10 Things Your Primary Care Doctor Does That Should Make You Run for the HillsIn the last year I've had the opportunity to be a patient and a Doctor. I have frustrations like you do so I came up with my list.
1) Dr X leaves you waiting more than 45 minutes in the room on more than one occasion without an explanation or a quick apology when entering the room "I'm sorry to keep you waiting." Another way to handle it is to have the nurse let you know "Dr X is running 30 minutes late today so you can grab a coffee or a magazine"
2) Dr X's office provides no way for you to reach a HUMAN VOICE afterhours or on the weekends if you have a medical issue that requires attention THAT NIGHT.
3) Dr X smells like cigarette smoke. I get it...it's a hard habit to kick....but you can't smell like cigarettes when you are going to counsel your patients about modifying their risk factors for stroke and heart disease. You should cut it out during your clinic day.
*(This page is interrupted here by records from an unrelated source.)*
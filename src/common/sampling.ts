import type { Plane } from './plane.ts';

/**
 * Bilinear sample of a plane at (x, y) in pixel coordinates (pixel centres at integers). NaN outside the
 * hull of pixel centres or when a contributing pixel is NaN, so callers can count what they could not
 * measure; `clampedBilinear` instead holds the edge value (for searches that may step just outside).
 */
export function bilinear(p: Plane, x: number, y: number): number {
  if (!(x >= 0 && y >= 0 && x <= p.width - 1 && y <= p.height - 1)) return NaN;
  const x0 = Math.min(Math.floor(x), Math.max(0, p.width - 2));
  const y0 = Math.min(Math.floor(y), Math.max(0, p.height - 2));
  const fx = x - x0, fy = y - y0;
  const i = y0 * p.width + x0;
  const dx = p.width > 1 ? 1 : 0, dy = p.height > 1 ? p.width : 0;
  const d = p.data;
  return (d[i] * (1 - fx) + d[i + dx] * fx) * (1 - fy) + (d[i + dy] * (1 - fx) + d[i + dy + dx] * fx) * fy;
}

export function clampedBilinear(p: Plane, x: number, y: number): number {
  return bilinear(p, Math.min(p.width - 1, Math.max(0, x)), Math.min(p.height - 1, Math.max(0, y)));
}

/** Median of the values (NaN for none). */
export function median(values: ArrayLike<number>): number {
  if (values.length === 0) return NaN;
  const a = Float64Array.from(values).sort();
  const m = a.length >> 1;
  return a.length % 2 ? a[m] : 0.5 * (a[m - 1] + a[m]);
}

/**
 * The value of rank `r` (0-based, ascending) of `a`, which is reordered: Hoare's FIND (CACM 1961, algorithm 65),
 * in time proportional to the length, where a sort takes n log n (and a sort of a JavaScript array with a
 * comparator about a second per ten million values). The same value a sort would put at `r`; NaN values must
 * not be among them.
 */
export function valueOfRank(a: Float32Array | Float64Array, r: number): number {
  let lo = 0, hi = a.length - 1;
  while (lo < hi) {
    const pivot = a[(lo + hi) >> 1];
    let i = lo, j = hi;
    while (i <= j) {
      while (a[i] < pivot) i++;
      while (a[j] > pivot) j--;
      if (i <= j) { const t = a[i]; a[i] = a[j]; a[j] = t; i++; j--; }
    }
    if (r <= j) hi = j;
    else if (r >= i) lo = i;
    else return a[r];
  }
  return a[r];
}
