/**
 * The current view as a PNG picture: the image with the shown overlay (orientation colours or
 * coherency), the channel walls, the profile's station lines and numbers as the viewer draws them, a scale bar (um when calibrated, px otherwise) and, with
 * orientation colours, the colour key. Composed on a canvas at the picture's own resolution and
 * encoded with canvas.toBlob.
 */
import type { Segment } from '../../src/channel/index.ts';
import { angleIndex, orientationColourTable } from '../../src/report/index.ts';
import { chooseScaleBar } from '../../src/report/index.ts';
import type { Layer } from '../components/Viewer.tsx';
import { STATION_COLOUR, type StationDrawing } from '../components/stationMarks.ts';

export interface ViewPictureInput {
  image: Layer;
  /** The overlay shown, or null for the image alone. */
  overlay: Layer | null;
  overlayKind: 'orientation' | 'coherency' | null;
  opacity: number;
  imageWidth: number;
  imageHeight: number;
  pixelSizeUmPerPx: number | null;
  walls: Segment[] | null;
  /** The stations of the channel profile as the viewer draws them (image px), or null when there is one station or none. */
  stations?: StationDrawing | null;
  /** Printed under the picture: image name, analysis, settings. */
  caption: string;
}

/** Draws the colour key of the orientation colours: a ring coloured by axial angle (0 deg = 180 deg), ticks and labels. */
export function drawColourKey(g: CanvasRenderingContext2D, cx: number, cy: number, radius: number): void {
  const table = orientationColourTable();
  const rIn = radius * 0.55, steps = 360;
  for (let i = 0; i < steps; i++) {
    const a0 = (i / steps) * 2 * Math.PI, a1 = ((i + 1.5) / steps) * 2 * Math.PI;
    const deg = (i / steps) * 360;
    const k = 3 * angleIndex(deg);
    g.fillStyle = `rgb(${table[k]},${table[k + 1]},${table[k + 2]})`;
    // Screen angles run clockwise with y down: draw at -angle so the ring reads counter-clockwise.
    g.beginPath(); g.arc(cx, cy, radius, -a0, -a1, true); g.arc(cx, cy, rIn, -a1, -a0, false); g.closePath(); g.fill();
  }
  g.fillStyle = '#fff';
  g.font = `600 ${Math.max(10, Math.round(radius * 0.28))}px system-ui, sans-serif`;
  g.textAlign = 'center'; g.textBaseline = 'middle';
  const label = (d: number, t: string) => {
    const a = (d * Math.PI) / 180, r = radius * 1.32;
    g.strokeStyle = '#000'; g.lineWidth = 3; g.strokeText(t, cx + r * Math.cos(a), cy - r * Math.sin(a));
    g.fillText(t, cx + r * Math.cos(a), cy - r * Math.sin(a));
  };
  label(0, '0°'); label(90, '90°'); label(45, '45°'); label(-45, '−45°');
}

/** Draws the scale bar with its label in the bottom-left corner of a picture drawn at `k` canvas px per image px. */
function drawScaleBar(g: CanvasRenderingContext2D, widthCanvas: number, heightCanvas: number, k: number, imageWidth: number, pixelSizeUmPerPx: number | null): void {
  const bar = chooseScaleBar(imageWidth, pixelSizeUmPerPx);
  const len = bar.lengthPx * k, m = Math.max(12, widthCanvas * 0.025), h = Math.max(5, heightCanvas * 0.008);
  const x = m, y = heightCanvas - m - h;
  const font = Math.max(12, Math.round(widthCanvas * 0.022));
  g.fillStyle = 'rgba(0,0,0,0.55)';
  g.fillRect(x - 6, y - font - 10, Math.max(len, font * 4) + 12, font + h + 16);
  g.fillStyle = '#fff';
  g.fillRect(x, y, len, h);
  g.font = `600 ${font}px system-ui, sans-serif`;
  g.textAlign = 'left'; g.textBaseline = 'bottom';
  g.fillText(bar.unit === 'px' ? `${bar.label} (not calibrated)` : bar.label, x, y - 4);
}

/**
 * Draws the station boundaries (dashed, dark-edged) and the station numbers as the viewer does, at `k` canvas px
 * per image px; line widths and the dash grow with the picture width so they read the same at any size.
 */
function drawStations(g: CanvasRenderingContext2D, st: StationDrawing, k: number, widthCanvas: number): void {
  const w = Math.max(2.5, widthCanvas / 400), dash = 4 * w;
  const at = (x: number, y: number) => ({ x: (x + 0.5) * k, y: (y + 0.5) * k });
  g.lineCap = 'butt';
  g.setLineDash([dash, dash / 2]);
  for (const b of st.boundaries) {
    const a = at(b.x1, b.y1), c = at(b.x2, b.y2);
    g.strokeStyle = 'rgba(0,0,0,0.75)'; g.lineWidth = 1.8 * w; g.beginPath(); g.moveTo(a.x, a.y); g.lineTo(c.x, c.y); g.stroke();
    g.strokeStyle = STATION_COLOUR; g.lineWidth = w; g.beginPath(); g.moveTo(a.x, a.y); g.lineTo(c.x, c.y); g.stroke();
  }
  g.setLineDash([]);
  const font = Math.max(13, Math.round(widthCanvas * 0.016));
  g.font = `600 ${font}px system-ui, sans-serif`;
  g.textAlign = 'left'; g.textBaseline = 'middle';
  for (const l of st.labels) {
    const q = at(l.x, l.y), text = `station ${l.text}`, tw = g.measureText(text).width;
    g.fillStyle = 'rgba(0,0,0,0.8)'; g.fillRect(q.x - tw / 2 - 5, q.y - font * 0.75, tw + 10, font * 1.5);
    g.fillStyle = STATION_COLOUR; g.fillText(text, q.x - tw / 2, q.y);
  }
}

/** Composes the picture and encodes it as PNG. */
export async function viewPicturePng(v: ViewPictureInput): Promise<Blob> {
  // The picture's own resolution (large images are already reduced for display by the worker);
  // small pictures are enlarged by a whole factor (pixels kept sharp) so the labels stay readable.
  const up = Math.max(1, Math.round(960 / v.image.width));
  const pw = v.image.width * up, ph = v.image.height * up, k = pw / v.imageWidth;
  const captionH = Math.max(28, Math.round(pw * 0.03));
  const c = document.createElement('canvas');
  c.width = pw; c.height = ph + captionH;
  const g = c.getContext('2d')!;
  g.fillStyle = '#fff'; g.fillRect(0, 0, c.width, c.height);
  g.imageSmoothingEnabled = false;
  g.drawImage(v.image.levels[0], 0, 0, pw, ph);
  if (v.overlay) {
    g.globalAlpha = v.opacity;
    g.drawImage(v.overlay.levels[0], 0, 0, pw, ph);
    g.globalAlpha = 1;
  }
  g.imageSmoothingEnabled = true;
  for (const [i, s] of (v.walls ?? []).entries()) {
    g.strokeStyle = '#000'; g.lineWidth = Math.max(3, pw / 300);
    g.beginPath(); g.moveTo((s.x1 + 0.5) * k, (s.y1 + 0.5) * k); g.lineTo((s.x2 + 0.5) * k, (s.y2 + 0.5) * k); g.stroke();
    g.strokeStyle = i === 0 ? '#f2f2f2' : '#ffd23f'; g.lineWidth = Math.max(1.5, pw / 600);
    g.stroke();
  }
  if (v.stations) drawStations(g, v.stations, k, pw);
  drawScaleBar(g, pw, ph, k, v.imageWidth, v.pixelSizeUmPerPx);
  if (v.overlayKind === 'orientation') {
    // The wheel with its labels (at 1.32 r plus the text) inside a dark box of side 4.4 r in the top-right corner.
    const r = Math.max(20, Math.min(pw, ph) * 0.06), side = 4.4 * r, x0 = pw - side - 0.2 * r, y0 = 0.2 * r;
    g.fillStyle = 'rgba(0,0,0,0.6)';
    g.fillRect(x0, y0, side, side);
    drawColourKey(g, x0 + side / 2, y0 + side / 2, r);
  }
  g.fillStyle = '#1f2328';
  g.font = `${Math.round(captionH * 0.5)}px system-ui, sans-serif`;
  g.textAlign = 'left'; g.textBaseline = 'middle';
  const legendNote = v.overlayKind === 'orientation' ? '; colours: orientation CCW from +x (0° = 180°), faint = low coherency' : v.overlayKind === 'coherency' ? '; grey: coherency 0 (black) to 1 (white)' : '';
  g.fillText(`${v.caption}${legendNote}`, 8, ph + captionH / 2, pw - 16);
  const blob = await new Promise<Blob | null>((res) => c.toBlob(res, 'image/png'));
  if (!blob) throw new Error('the browser could not encode the picture (it may be too large); zoom to a smaller image');
  return blob;
}

/** Starts a download of a Blob as a file. */
export function downloadBlob(name: string, blob: Blob): void {
  const url = URL.createObjectURL(blob);
  const a = document.createElement('a');
  a.href = url; a.download = name;
  document.body.appendChild(a); a.click(); a.remove();
  setTimeout(() => URL.revokeObjectURL(url), 10_000);
}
4) Dr X doesn't touch you. You have a specific complaint (shortness of breath, knee pain, sore throat) and your primary care doctor doesn't look or listen to the affected area....maybe I'm old school but the answer so often lies in the physical exam
5) You are having severe pain (i.e. back pain after you lifted a couch), not relieved with over the counter meds, and Dr X is unwilling to prescribe pain meds for breakthrough pain because "they are addictive". We are dismal at treating pain in the primary care setting for unfounded fears of this. Short term use of Vicodin, Tylenol with codeine, etc for treatment of acute pain is completely fine for most patients.
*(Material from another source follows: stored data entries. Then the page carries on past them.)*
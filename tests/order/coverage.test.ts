import { describe, it, expect } from 'vitest';
import { orderParameters, type OrderStat } from '../../src/order/index.ts';
import type { OrientationField } from '../../src/orientation/types.ts';
import { rng, correlatedNormalField } from '../support/synthetic.ts';

/**
 * Coverage of the 95 % intervals of whole-field order parameters (definition of a confidence interval:
 * over independent repetitions the interval holds the true value in 95 % of them; docs/methods.md,
 * "Interval coverage").
 *
 * Each repetition is a new orientation field theta = axis + delta, with delta a Gaussian random field of
 * standard deviation sigma (white noise smoothed by a Gaussian of `corrPx`, rescaled to unit variance),
 * so neighbouring pixels are correlated as in a real texture. The truth is known by construction: for a
 * Gaussian delta, E cos 2 delta = exp(-2 sigma^2) and E sin 2 delta = 0 (characteristic function of the
 * normal distribution), so S_axis = S_2D = exp(-2 sigma^2) for the process, whatever the seed.
 *
 * With 1000 repetitions the observed coverage of a 95 % interval has a standard deviation of 0.69 %
 * (binomial); the accepted band 93-97 % is three of those either side. An interval 20 % narrower (about
 * 89 % coverage) or 20 % wider (about 98.5 %) falls outside it, and the test checks that it does.
 */
const SIZE = 120, REPS = 1000;

function field(seed: number, axisDeg: number, sigmaRad: number, corrPx: number): OrientationField {
  const d = correlatedNormalField(seed, SIZE, SIZE, corrPx);
  const a = (axisDeg * Math.PI) / 180;
  const angleRad = Float32Array.from(d, (v) => {
    let t = a + sigmaRad * v;
    t = Math.atan2(Math.sin(2 * t), Math.cos(2 * t)) / 2; // fold into (-pi/2, pi/2]
    return t <= -Math.PI / 2 ? t + Math.PI : t;
  });
  const n = SIZE * SIZE;
  return { width: SIZE, height: SIZE, angleRad, confidence: new Float32Array(n).fill(1), mask: new Uint8Array(n).fill(1), method: 'texture', ambiguity: 'none', options: {}, warnings: [] };
}

/** Share of intervals, scaled about their estimate by `scale`, that hold `truth`. */
function coverage(stats: OrderStat[], truth: number, scale = 1): number {
  let hit = 0;
  for (const s of stats) {
    const lo = s.order - scale * (s.order - s.ciLow), hi = s.order + scale * (s.ciHigh - s.order);
    if (lo <= truth && truth <= hi) hit++;
  }
  return hit / stats.length;
}

describe('95 % intervals of whole-field order parameters', () => {
  for (const { sigmaDeg, corrPx } of [{ sigmaDeg: 20, corrPx: 2 }, { sigmaDeg: 35, corrPx: 3 }]) {
    const sigma = (sigmaDeg * Math.PI) / 180;
    const truth = Math.exp(-2 * sigma * sigma);
    it(`cover S_axis and S_2D = exp(-2 sigma^2) = ${truth.toFixed(3)} in 93-97 % of ${REPS} fields (sigma ${sigmaDeg} deg, correlation ${corrPx} px)`, () => {
      const axis: OrderStat[] = [], free: OrderStat[] = [];
      for (let r = 0; r < REPS; r++) {
        const s = orderParameters(field(1000 * corrPx + r, 30, sigma, corrPx), { axisDeg: 30, weighting: 'none' });
        axis.push(s.axisOrder!); free.push(s.order2D);
        // A point estimate always lies inside its own interval.
        expect(s.axisOrder!.ciLow <= s.axisOrder!.order && s.axisOrder!.order <= s.axisOrder!.ciHigh).toBe(true);
        expect(s.order2D.ciLow <= s.order2D.order && s.order2D.order <= s.order2D.ciHigh).toBe(true);
      }
      for (const [name, st] of [['S_axis', axis], ['S_2D', free]] as const) {
        const c = coverage(st, truth);
        expect(c, `${name} coverage`).toBeGreaterThanOrEqual(0.93);
        expect(c, `${name} coverage`).toBeLessThanOrEqual(0.97);
        // The band is tight enough to catch a wrong width either way.
        expect(coverage(st, truth, 0.8), `${name} coverage 20 % narrower`).toBeLessThan(0.93);
        expect(coverage(st, truth, 1.2), `${name} coverage 20 % wider`).toBeGreaterThan(0.97);
      }
    });
  }

  it('give S_2D of an isotropic field an interval reaching down to 0 and no director', () => {
    // Isotropic by construction (theta uniform and independent per pixel): the process's S_2D is 0.
    let covered = 0, undetermined = 0;
    for (let r = 0; r < 200; r++) {
      const rand = rng(5000 + r);
      const n = SIZE * SIZE;
      const f: OrientationField = {
        width: SIZE, height: SIZE, angleRad: Float32Array.from({ length: n }, () => (rand() - 0.5) * Math.PI),
        confidence: new Float32Array(n).fill(1), mask: new Uint8Array(n).fill(1), method: 'texture', ambiguity: 'none', options: {}, warnings: [],
      };
      const s = orderParameters(f, { weighting: 'none', blockPx: 6 });
      if (s.order2D.ciLow <= 0) covered++;
      if (!s.directorDetermined) undetermined++;
      expect(s.order2D.ciLow <= s.order2D.order && s.order2D.order <= s.order2D.ciHigh).toBe(true);
    }
    expect(covered / 200).toBeGreaterThanOrEqual(0.9);
    expect(undetermined).toBe(covered);
  });
});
6) You are talking about feeling depressed, sad or discussing a painful life event (the recent loss of a parent, etc) and you start to cry.... and you notice Dr X appears uncomfortable and tries to change the subject. Bad news.
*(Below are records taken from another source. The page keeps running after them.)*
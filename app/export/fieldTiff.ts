/**
 * The page's side of the float TIFF export: the field lives in the analysis worker, which writes it
 * with src/report/fieldTiff.ts (fieldTiffBytes: the same bytes `--field-out` writes) and hands the
 * bytes over.
 */
import type { AnalysisClient, ProgressFn } from '../worker/client.ts';
import type { CommandTable } from '../worker/protocol.ts';

export async function requestFieldTiff(client: AnalysisClient, args: CommandTable['fieldTiff']['args'], progress?: ProgressFn): Promise<Uint8Array> {
  return new Uint8Array((await client.call('fieldTiff', args, progress)).bytes);
}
7) A recent study showed that during 30% of primary care visits the doctor spent more time talking about themselves than they did the patient. Ok my patients often ask me how my kids are. 30 seconds...that's the amount of time I spend talking about myself. This visit is about YOU and we are already limited in what we can do in 15 minutes.
8) Dr X says "that's just part of getting old" when you have a complaint. Its true: arthritis, visual changes, decreased hearing, sun damaged skin are among the fun things that go along with getting old but WE CAN STILL HAVE A PLAN to deal with them and alter their course.
9) Dr X delivers bad news (loss of a pregnancy, a positive STD test, a new cancer diagnosis) with language that is short, sharp, rushed and without emotion. Some news will change a person's life forever and they will always remember that moment.....to add to it with a cold delivery is just painful.
10) Dr X can't say "I don't know what that is....but let's make sure it's not something worrisome". Often a patient has a pain, skin lesion, weird symptom that occurs only when they are doing such and such activity and I don't know WHAT it is. But it's your doc's job to admit that...and say they will do their best to monitor it and rule out worrisome things.
Am I missing anything?
Dr O.
It also seems important that the person you are seeing makes physical contact of some kind, be it a handshake or a little pat on the back as you are leaving. Taking the human element out of a visit leaves the patient feeling as if they were not treated as a "real" person.
Or pulls you from a specialist, who is actually treating you, to treat you them self and then finds the result you were being treated for and sent you to a NEW specialist who did "all of the above"..... I DID get a new physician.
Have had this from a Dr. when I was having chest pain that later turned into a heart attack, the answer to complaints of Fatigue, exhaustion and SOB before the Pulmonary test showed stage 3-4 COPD, for an injured back.... etc.
Seems like many Drs now want to just offer a feel good pill instead of checking things out so RUN and Run Fast if the Dr. blows you off and just offers feel good pills!